Material for this task:
:::::
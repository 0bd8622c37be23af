package daemon

import (
	"encoding/json"
	"errors"
	"fmt"
	"io/fs"
	"log/slog"
	"os"
	"path/filepath"
	"sync"
	"time"

	"lariat/config"
	"lariat/daemon/pipeline"
)

// thresholdFile is the file in data_dir that keeps the threshold changes
// made at runtime, by model:
//
//	{"models": {"pump-trip": {"mode": "fpr", "target": 0.02, "updated": "2026-03-04T05:06:07Z"}}}
//
// An entry replaces the model's configured threshold mode and target at
// start. Remove the entry (or the file) to go back to the configuration.
const thresholdFile = "thresholds.json"

// thresholdFileMu serializes the read-modify-write of threshold files and
// the hand-over that follows (one process may run several daemons; the
// lock is coarse because changes are rare).
var thresholdFileMu sync.Mutex

// thresholdOverride is one model's saved threshold change.
type thresholdOverride struct {
	Mode    string    `json:"mode"`
	Target  float64   `json:"target"`
	Updated time.Time `json:"updated"`
}

// thresholdOverrides is the content of the threshold file.
type thresholdOverrides struct {
	Models map[string]thresholdOverride `json:"models"`
}

// readThresholdOverrides reads dir's threshold file. A missing file gives
// no overrides and no error; an unreadable or corrupt file gives no
// overrides and an error that says which file and why.
func readThresholdOverrides(dir string) (map[string]thresholdOverride, error) {
	path := filepath.Join(dir, thresholdFile)
	b, err := os.ReadFile(path)
	if errors.Is(err, fs.ErrNotExist) {
		return nil, nil
	}
	if err != nil {
		return nil, fmt.Errorf("reading threshold overrides %s: %w", path, err)
	}
	var f thresholdOverrides
	if err := json.Unmarshal(b, &f); err != nil {
		return nil, fmt.Errorf("threshold overrides %s are corrupt: %w", path, err)
	}
	return f.Models, nil
}

// thresholdOverrideFor returns the valid saved override of model m in
// dir, or nil; a problem with the file or the entry is logged and the
// configured threshold is used.
func thresholdOverrideFor(dir string, m *config.Model, log *slog.Logger) *pipeline.Threshold {
	if !m.Logistic() {
		return nil
	}
	all, err := readThresholdOverrides(dir)
	if err != nil {
		log.Error("threshold overrides ignored; using the configured threshold", "err", err)
		return nil
	}
	ov, ok := all[m.Name]
	if !ok {
		return nil
	}
	if err := pipeline.CheckThreshold(ov.Mode, ov.Target); err != nil {
		log.Error("saved threshold override ignored; using the configured threshold",
			"file", filepath.Join(dir, thresholdFile), "err", err)
		return nil
	}
	log.Info("threshold from the saved override", "mode", ov.Mode, "target", ov.Target, "updated", ov.Updated)
	return &pipeline.Threshold{Mode: ov.Mode, Target: ov.Target}
}

// saveThresholdOverride sets model's entry in dir's threshold file. The
// file is replaced atomically: written to a temporary file in dir, synced,
// renamed over the old one, and the directory synced, so a crash leaves
// either the old or the new file. A corrupt old file is replaced (its
// entries are lost; the corruption was logged at start). The caller holds
// thresholdFileMu.
func saveThresholdOverride(dir, model string, ov thresholdOverride) error {
	all, err := readThresholdOverrides(dir)
	if err != nil && !errors.Is(err, fs.ErrNotExist) {
		var syn *json.SyntaxError
		var typ *json.UnmarshalTypeError
		if !errors.As(err, &syn) && !errors.As(err, &typ) {
			return err
		}
	}
	if all == nil {
		all = make(map[string]thresholdOverride)
	}
	all[model] = ov
	b, err := json.MarshalIndent(thresholdOverrides{Models: all}, "", "  ")
	if err != nil {
		return err
	}
	return writeFileAtomic(dir, thresholdFile, append(b, '\n'))
}

// writeFileAtomic replaces dir/name with data: temporary file, fsync,
// rename, fsync of the directory.
func writeFileAtomic(dir, name string, data []byte) (err error) {
	if err := os.MkdirAll(dir, 0o750); err != nil {
		return err
	}
	f, err := os.CreateTemp(dir, "."+name+".*.tmp")
	if err != nil {
		return err
	}
	tmp := f.Name()
	defer func() {
		if err != nil {
			os.Remove(tmp)
		}
	}()
	if _, err = f.Write(data); err != nil {
		f.Close()
		return err
	}
	if err = f.Sync(); err != nil {
		f.Close()
		return err
	}
	if err = f.Close(); err != nil {
		return err
	}
	if err = os.Rename(tmp, filepath.Join(dir, name)); err != nil {
		return err
	}
	d, err := os.Open(dir)
	if err != nil {
		return err
	}
	defer d.Close()
	return d.Sync()
}
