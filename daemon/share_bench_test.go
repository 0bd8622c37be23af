package daemon

import (
	"context"
	"fmt"
	"testing"
	"time"

	"github.com/nats-io/nats.go/jetstream"

	"lariat/sink/natstest"
)

// BenchmarkSharedThroughput measures a 50-key template in 24 partitions
// shared by 1, 2, 3 and 8 lariat processes, all in this test process, on one
// embedded NATS server, and the same template unshared (one partition,
// one ordered reader) in one process: records per second from the first
// of 50,000 records published (asynchronously, after one record per key has spread
// the partitions) to the last applied, the stream, pinned pulls, dispatch,
// model goroutines and checkpoints to the bucket included. On a machine
// of two cores the processes share the same two cores, so the figures say
// what sharing costs, not what more machines gain. processes=1 is the
// baseline of the same run.
//
//	go test -run '^$' -bench SharedThroughput -benchtime 1x ./daemon/
func BenchmarkSharedThroughput(b *testing.B) {
	b.Run("unshared", func(b *testing.B) { benchShared(b, 1, 1) })
	for _, procs := range []int{1, 2, 3, 8} {
		b.Run(fmt.Sprintf("processes=%d", procs), func(b *testing.B) { benchShared(b, procs, 24) })
	}
}

func benchShared(b *testing.B, procs, parts int) {
	const keys, perKey = 50, 1000
	kr := makeKeyed(keys, perKey+1, 900)
	srv := runServer(b, -1, b.TempDir())
	url := srv.ClientURL()
	var ds []*Daemon
	for range procs {
		td := startDaemon(b, sharedConfig(b, url, parts, 1), withoutIdle())
		natstest.WaitFor(b, 30*time.Second, td.Ready)
		ds = append(ds, td.Daemon)
	}
	natstest.WaitFor(b, 30*time.Second, func() error {
		for _, d := range ds {
			if parts == 1 {
				return nil
			}
			if v := d.tmpl["trip"].shared.view(); len(v) != procs {
				return fmt.Errorf("members %v", v)
			}
		}
		return nil
	})
	nc := connect(b, url)
	js, err := jetstream.New(nc)
	if err != nil {
		b.Fatal(err)
	}
	publish := func(from, to int) {
		for i := from; i < to; i++ {
			if _, err := js.PublishAsync(kr.subj[i], kr.data[i]); err != nil {
				b.Fatal(err)
			}
		}
		select {
		case <-js.PublishAsyncComplete():
		case <-time.After(60 * time.Second):
			b.Fatal("publications not acknowledged")
		}
	}
	warm := keys // the first record of each key (the interleaving starts with every key)
	publish(0, warm)
	if parts > 1 {
		natstest.WaitFor(b, 30*time.Second, func() error { return balanced(ds) })
	}
	waitAccepted(b, ds, warm)
	b.ResetTimer()
	for range b.N {
		t0 := time.Now()
		publish(warm, len(kr.data))
		waitAccepted(b, ds, len(kr.data))
		b.ReportMetric(float64(len(kr.data)-warm)/time.Since(t0).Seconds(), "records/s")
	}
}

// waitAccepted waits until the processes have accepted n records in all.
func waitAccepted(b *testing.B, ds []*Daemon, n int) {
	b.Helper()
	ctx, cancel := context.WithTimeout(context.Background(), 120*time.Second)
	defer cancel()
	for ctx.Err() == nil {
		total := 0.0
		for _, d := range ds {
			total += metricSum(b, d, "lariat_records_accepted_total")
		}
		if total >= float64(n) {
			return
		}
		time.Sleep(20 * time.Millisecond)
	}
	b.Fatalf("fewer than %d records accepted within 120 s", n)
}

// metricSum returns the sum of every series of a counter.
func metricSum(t testing.TB, d *Daemon, name string) float64 {
	t.Helper()
	mfs, err := d.Registry().Gather()
	if err != nil {
		t.Fatal(err)
	}
	s := 0.0
	for _, mf := range mfs {
		if mf.GetName() == name {
			for _, m := range mf.GetMetric() {
				s += m.GetCounter().GetValue()
			}
		}
	}
	return s
}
:::::
What to produce: Find the line with "return writeFileAtomic(dir, thresholdFile, append(b, '\n'))" in the entries above. Retype it and each line after it, exactly, through the line with "the figures say", and stop there.

Solution:
	return writeFileAtomic(dir, thresholdFile, append(b, '\n'))
}

// writeFileAtomic replaces dir/name with data: temporary file, fsync,
// rename, fsync of the directory.
func writeFileAtomic(dir, name string, data []byte) (err error) {
	if err := os.MkdirAll(dir, 0o750); err != nil {
		return err
	}
	f, err := os.CreateTemp(dir, "."+name+".*.tmp")
	if err != nil {
		return err
	}
	tmp := f.Name()
	defer func() {
		if err != nil {
			os.Remove(tmp)
		}
	}()
	if _, err = f.Write(data); err != nil {
		f.Close()
		return err
	}
	if err = f.Sync(); err != nil {
		f.Close()
		return err
	}
	if err = f.Close(); err != nil {
		return err
	}
	if err = os.Rename(tmp, filepath.Join(dir, name)); err != nil {
		return err
	}
	d, err := os.Open(dir)
	if err != nil {
		return err
	}
	defer d.Close()
	return d.Sync()
}
filename daemon/share_bench_test.go
repository 0bd8622c37be23af
package daemon

import (
	"context"
	"fmt"
	"testing"
	"time"

	"github.com/nats-io/nats.go/jetstream"

	"lariat/sink/natstest"
)

// BenchmarkSharedThroughput measures a 50-key template in 24 partitions
// shared by 1, 2, 3 and 8 lariat processes, all in this test process, on one
// embedded NATS server, and the same template unshared (one partition,
// one ordered reader) in one process: records per second from the first
// of 50,000 records published (asynchronously, after one record per key has spread
// the partitions) to the last applied, the stream, pinned pulls, dispatch,
// model goroutines and checkpoints to the bucket included. On a machine
// of two cores the processes share the same two cores, so the figures say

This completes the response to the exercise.